In Austria, impulses for growth are urgently sought. The country is plagued by a recession and suffers from high inflation. Despite the budget crisis, the coalition now makes money loose.

A billion

The coalition in Austria wants to boost the economy that has been paralyzing for years with an economic stimulus package of one billion euros. Among other things, the bundle of measures provides for the increase in the investment allowance from ten to 20 percent, said Minister of Economics Wolfgang Hattmannsdorfer (ÖVP). In addition, energy -intensive companies can expect relief. More than 100 million euros are to be included in the expansion of the broadband network.

On top of that, the alliance of conservative ÖVP, social democratic SPÖ and liberal Neos wants to do something about inflation. To this end, the government wants to fight against the “Austria-Litt” in the food trade at EU level. The large food companies offer their products at a national level, which makes purchasing in the more small market Austria, for example, compared to Germany.

No fresh money for the economic stimulus package

The package will be financed by shifting in the budget, emphasized Finance Minister Markus Marterbauer (SPÖ). In view of the extremely difficult budget situation of the federal government, it is no different. Austria must accept EU deficit procedures due to the violation of stability criteria.

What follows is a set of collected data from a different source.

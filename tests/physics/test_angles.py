"""Angles in the writings that people use, against astropy and published positions."""

import random
from datetime import datetime, time, timedelta
from math import nan

import numpy as np
import pytest
from astropy import units
from astropy.coordinates import Angle
from hypothesis import given
from hypothesis import strategies as st

from cellfuncs.errors import DomainError, InputError
from cellfuncs.physics.angles import degrees


def test_published_positions() -> None:
    """The galactic pole of 1958 (Blaauw et al. 1960, MNRAS 121, 123): 12h 49m = 192.25 degrees,
    and ICRS of the Crab pulsar (Lobanov et al. 2011, A&A 533, A10; from memory)."""
    assert degrees("12h49m", False) == 192.25
    assert degrees("12 49 00", True) == 192.25
    assert degrees("05h34m31.97232s", True) == pytest.approx(83.633218, abs=1e-7)
    assert degrees("+22 00 52.069", False) == pytest.approx(22.014463611, abs=1e-8)


def test_as_astropy_reads_them() -> None:
    draw = random.Random(1)
    for _ in range(500):
        hour, degree = draw.randint(0, 23), draw.randint(0, 359)
        minute, second = draw.randint(0, 59), f"{draw.uniform(0, 59.4):.{draw.randint(0, 9)}f}"
        sign = draw.choice(["-", "+", ""])
        for text in (f"{hour:02}:{minute:02}:{second}", f"{hour} {minute} {second}"):
            expected = Angle(text, unit=units.hourangle).degree
            assert degrees(text, True) == pytest.approx(expected, rel=1e-15, abs=1e-14)
        text = f"{hour}h{minute:02}m{second}s"
        for as_hours in (True, False):
            expected = Angle(text).degree
            assert degrees(text, as_hours) == pytest.approx(expected, rel=1e-15, abs=1e-14)
        for text in (
            f"{sign}{degree:02}d{minute:02}m{second}s",
            f"{sign}{degree}°{minute}′{second}″",
        ):
            for as_hours in (True, False):
                expected = Angle(text).degree
                assert degrees(text, as_hours) == pytest.approx(expected, rel=1e-15, abs=1e-14)


@pytest.mark.parametrize(
    "same",
    [
        *("-12 34 56.7", "-12:34:56.7", "−12 34 56.7", "–12 34 56,7", "- 12 34 56.7"),
        *("-12d34m56.7s", "-12°34'56.7\"", "-12° 34′ 56.7″", "-12°34’56.7”", "-12°34′56.7′′"),
        *("-12°34'56.7''", "-12D34M56.7S", "-12ᵈ34ᵐ56.7ˢ", "-12deg 34min 56.7sec", "-12°34′56″.7"),
        *("12 34 56.7 S", "12 34 56.7 W", "12°34'56.7\"S", "12d34m56.7s S", "12:34:56.7W"),
        *("-12 : 34 : 56.7", "-12\u00a034\u200956.7", "-12 34.945", "-12:34,945", "-12°34.945'"),
        *(
            "-12.58241666666666667",
            "-12.58241666666666667°",
            "-12,58241666666666667d",
            -45296.7 / 3600,
        ),
    ],
)
def test_one_declination_in_many_writings(same: object) -> None:
    assert degrees(same, False) == pytest.approx(-(12 + 34 / 60 + 56.7 / 3600), rel=1e-15)


@pytest.mark.parametrize(
    "same",
    [
        *("12 34 56.7", "12:34:56.7", "12h34m56.7s", "12ʰ34ᵐ56.7ˢ", "12ʰ34ᵐ56ˢ.7", "12H34M56.7S"),
        *("12h 34m 56.7s", "12 h 34 m 56.7 s", "12h34m56.7", "12h34'56.7\"", "12h 34 56.7"),
        *("+12 34 56,7", "12 34.945", "12h34.945m", "12.5824166666666667h", "188.73625d"),
        "188°44'10.5\"",
    ],
)
def test_one_right_ascension_in_many_writings(same: str) -> None:
    assert degrees(same, True) == pytest.approx(15 * (12 + 34 / 60 + 56.7 / 3600), rel=1e-15)


def test_the_sign_of_zero_degrees_is_kept() -> None:
    assert degrees("-00 30 00", False) == -0.5
    assert degrees("-0°0'36\"", False) == -0.01
    assert degrees("00 30 S", False) == -0.5


@given(
    st.integers(-3600 * 360 * 1000, 3600 * 360 * 1000),
    st.sampled_from([" ", ":", "d °", "°'"]),
    st.sampled_from(".,"),
)
def test_round_trip(thousandths: int, marks: str, point: str) -> None:
    """What is written from a whole number of thousandths of a second is read back as it."""
    size, sign = abs(thousandths), "-" if thousandths < 0 else ""
    first, second = {"d °": ("d", "m"), "°'": ("°", "'")}.get(marks, (marks, marks))
    text = (
        f"{sign}{size // 3600000:02}{first}{size // 60000 % 60:02}{second}"
        f"{size // 1000 % 60:02}{point}{size % 1000:03}"
    )
    assert degrees(text, False) == pytest.approx(thousandths / 3600000, rel=1e-15)


@pytest.mark.parametrize("bare", ["10.68", "10,68", "-10", "10", 10.68, 10, np.float32(10.5), 0.23])
def test_a_single_number_for_hours_is_not_guessed_at(bare: object) -> None:
    with pytest.raises(InputError, match=r"may be hours or degrees.*10\.68h, 10\.68d or 10:40:48"):
        degrees(bare, True)


@pytest.mark.parametrize(
    "turned",
    [time(5, 35, 17), timedelta(hours=30), datetime(1900, 1, 1, 5, 35), np.timedelta64(5, "h")],
)
def test_a_time_of_day_that_a_spreadsheet_made_of_it(turned: object) -> None:
    for as_hours in (True, False):
        with pytest.raises(InputError, match=r"turned it into a time of day.*as text"):
            degrees(turned, as_hours)
    with pytest.raises(InputError, match="turned it into a time of day"):
        degrees(0.2328, True)


@pytest.mark.parametrize(
    ("text", "as_hours"),
    [
        *(
            ("24:00:00", True),
            ("24h", False),
            ("25 00 00", True),
            ("-1h", False),
            ("-00 30 00", True),
        ),
        *(("360.0001", False), ("-361 00 00", False), ("361d", True), ("1012", False)),
        *((360.5, False), (-361, False), (float("inf"), False), (10**400, False)),
    ],
)
def test_out_of_range(text: object, as_hours: bool) -> None:
    with pytest.raises(DomainError):
        degrees(text, as_hours)


@pytest.mark.parametrize(
    ("value", "result"),
    [("360 00 00", 360.0), ("-360", -360.0), ("23h59m", 359.75), (-360, -360.0), ("0h", 0.0)],
)
def test_the_limits_themselves(value: object, result: float) -> None:
    assert degrees(value, False) == result


@pytest.mark.parametrize(
    ("text", "words"),
    [
        ("12 60 00", "below 60"),
        ("12 00 60.0", "below 60"),
        ("12h 75m", "below 60"),
        ("70d24m10S", "seconds or South"),
        ("-70 24 W", "without a sign"),
        ("12h34m W", "belong to degrees"),
        *(
            (text, "not an angle.*12h34m56.7s")
            for text in (
                *("12.5 30 00", "12 34.5 56", "12,34,56", "12::34", "12:", "12:34:", ":12", "12m"),
                *("12 34m", "12 34 56s", "12 34s", "12h34s", "12 34 56 78", "12 -34 56", "1e2"),
                *(
                    "12h34d",
                    "12hh",
                    ".5",
                    "abc",
                    "12 34 56 x",
                    "--12",
                    "+-12",
                    "12°30''",
                    "70 24 NE",
                ),
                *("1/2", "12 1/2", "$12", "12%", "", "١٢ ٣٤", "12h34m56.7s7"),
            )
        ),
        *((value, "not an angle") for value in (True, None, b"12", [], 1j, np.False_)),
    ],
)
def test_what_is_no_angle(text: object, words: str) -> None:
    with pytest.raises(InputError, match=words) as raised:
        degrees(text, False, "dec")
    assert str(raised.value).startswith("dec is ")


def test_hemispheres_are_for_degrees() -> None:
    assert degrees("70d24m W", True) == -70.4
    with pytest.raises(InputError, match="belong to degrees"):
        degrees("70 24 W", True)


def test_not_a_number_is_never_an_angle() -> None:
    with pytest.raises(DomainError):
        degrees(nan, False)
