def test_both_ways_refuse_the_same(ods: Path, tmp_path: Path) -> None:
    """Bytes are exchanged at random where the rows stand; neither way may see more than the other.

    What is refused at different places of the file may be refused in other words.
    """
    chance = random.Random(11)
    content = parts(ods)["content.xml"]
    first, last = content.index(b"<table:table-row"), content.rindex(b"</table:table-row>")
    refused = 0
    for _ in range(300):
        changed = bytearray(content)
        for _ in range(chance.choice((1, 1, 2))):
            at = chance.randrange(first, last)
            match chance.randrange(3):
                case 0:
                    changed[at] = chance.choice(b"<>\"'&/ 0\xe9\x00=x")
                case 1:
                    del changed[at : at + chance.randrange(1, 30)]
                case 2:
                    stop = min(at + chance.randrange(1, 200), last)
                    changed[at:at] = changed[at:stop]
        quick = rewritten(ods, tmp_path / "quick.ods", {"content.xml": bytes(changed)})
        careful = rewritten(
            ods, tmp_path / "careful.ods", {"content.xml": with_care(bytes(changed))}
        )
        one, other = seen(quick), seen(careful)
        if isinstance(other, str):
            refused += 1
            assert isinstance(one, str), other
        else:
            assert one == other
    assert 70 < refused < 290
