"""Compare node counts and mappings for the two integrals of the expansion; run by hand.

    python tests/physics/compare_quadratures.py

For each count of Gauss-Legendre nodes and each mapping the tables show the worst relative error
over the universes of test_expansion.py, against its mpmath reference, at redshifts up to 100 000.
`GAUSS_ORDER` and the mapping in cellfuncs/physics/expansion.py were chosen from it. Distances are
integrated over x = ln(1+z) or over z; ages from x = ln(1+z) on to x + reach, with nodes at
t, t² or t³ of the way, or over the scale factor a = 1/(1+z).
"""

from collections.abc import Callable

import numpy as np
from numpy.typing import NDArray
from test_expansion import UNIVERSES, Friedmann

from cellfuncs.physics.expansion import Cosmology, cosmology_from, gauss_legendre

Floats = NDArray[np.float64]
Rule = Callable[[Cosmology, float, Floats, Floats], float]

COUNTS = (24, 32, 48, 64)
REDSHIFTS = (0.01, 1.0, 20.0, 1100.0, 1e5)


def distance_over_x(cosmology: Cosmology, z: float, t: Floats, weight: Floats) -> float:
    x = np.log1p(z)
    return float(x * (weight * cosmology.path.integrand(x * t)).sum())


def distance_over_z(cosmology: Cosmology, z: float, t: Floats, weight: Floats) -> float:
    return float(z * (weight / np.sqrt(cosmology.expansion_squared(1 + z * t))).sum())


def age_over_x(reach: float, power: int) -> Rule:
    def rule(cosmology: Cosmology, z: float, t: Floats, weight: Floats) -> float:
        heights = cosmology.time.integrand(np.log1p(z) + reach * t**power)
        return float(reach * power * (weight * t ** (power - 1) * heights).sum())

    return rule


def age_over_a(cosmology: Cosmology, z: float, t: Floats, weight: Floats) -> float:
    heights = 1 / (t * np.sqrt(cosmology.expansion_squared((1 + z) / t)))
    return float((weight * heights).sum())


DISTANCES: dict[str, Rule] = {
    "distance over x": distance_over_x,
    "distance over z": distance_over_z,
}
AGES: dict[str, Rule] = {
    "age over a": age_over_a,
    **{
        f"age, reach {reach}, t^{power}": age_over_x(reach, power)
        for reach, power in [(18, 1), (18, 2), (20, 1), (20, 2), (20, 3), (24, 2), (26, 2), (30, 2)]
    },
}


def errors(
    rules: dict[str, Rule], universes: dict[str, Friedmann], counts: tuple[int, ...] = COUNTS
) -> None:
    """Print a line for each rule and count: the worst relative error at each redshift."""
    print("worst relative error over", ", ".join(universes))
    print(f"{'':26}{'nodes':>6}" + "".join(f"{f'z = {z:g}':>12}" for z in REDSHIFTS))
    truth = {
        (name, z): float(
            universe.comoving(z) / universe.hubble_distance
            if rules is DISTANCES
            else universe.age(z) / universe.hubble_time
        )
        for name, universe in universes.items()
        for z in REDSHIFTS
    }
    cosmologies = {name: cosmology_from(each.as_argument) for name, each in universes.items()}
    for label, rule in rules.items():
        for count in counts:
            t, weight = gauss_legendre(count)
            line = ""
            for z in REDSHIFTS:
                ratios = [
                    rule(each, z, t, weight) / truth[name, z] for name, each in cosmologies.items()
                ]
                line += f"{max(abs(ratio - 1) for ratio in ratios):12.0e}"
            print(f"{label:26}{count:>6}{line}")
    print()


def main() -> None:
    # Heavy neutrinos are left out: there the reference's exponent 1/1.83, which the papers give,
    # and the rounded one of astropy part by 4e-13, and that is not the quadrature's doing.
    usual = {name: each for name, each in UNIVERSES.items() if "neutrinos" not in name}
    errors(DISTANCES, usual)
    errors(AGES, usual)
    # The emptier, the longer ago the beginning in x: here a short reach shows.
    errors(AGES, {"the empty universe": Friedmann("70", "0", "0")}, counts=(48,))


if __name__ == "__main__":
    main()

The economic situation in Austria is difficult. Finally, the country experienced a recession. At the same time, inflation is significantly higher than in the EU average. According to preliminary data from the statistics Austria, the inflation in August was 4.1 percent and thus above the inflation rate of 2.1 percent in the euro zone. That is “far too much,” said Chancellor Christian Stocker (ÖVP). The package of measures is to be decided on Wednesday in the Council of Ministers.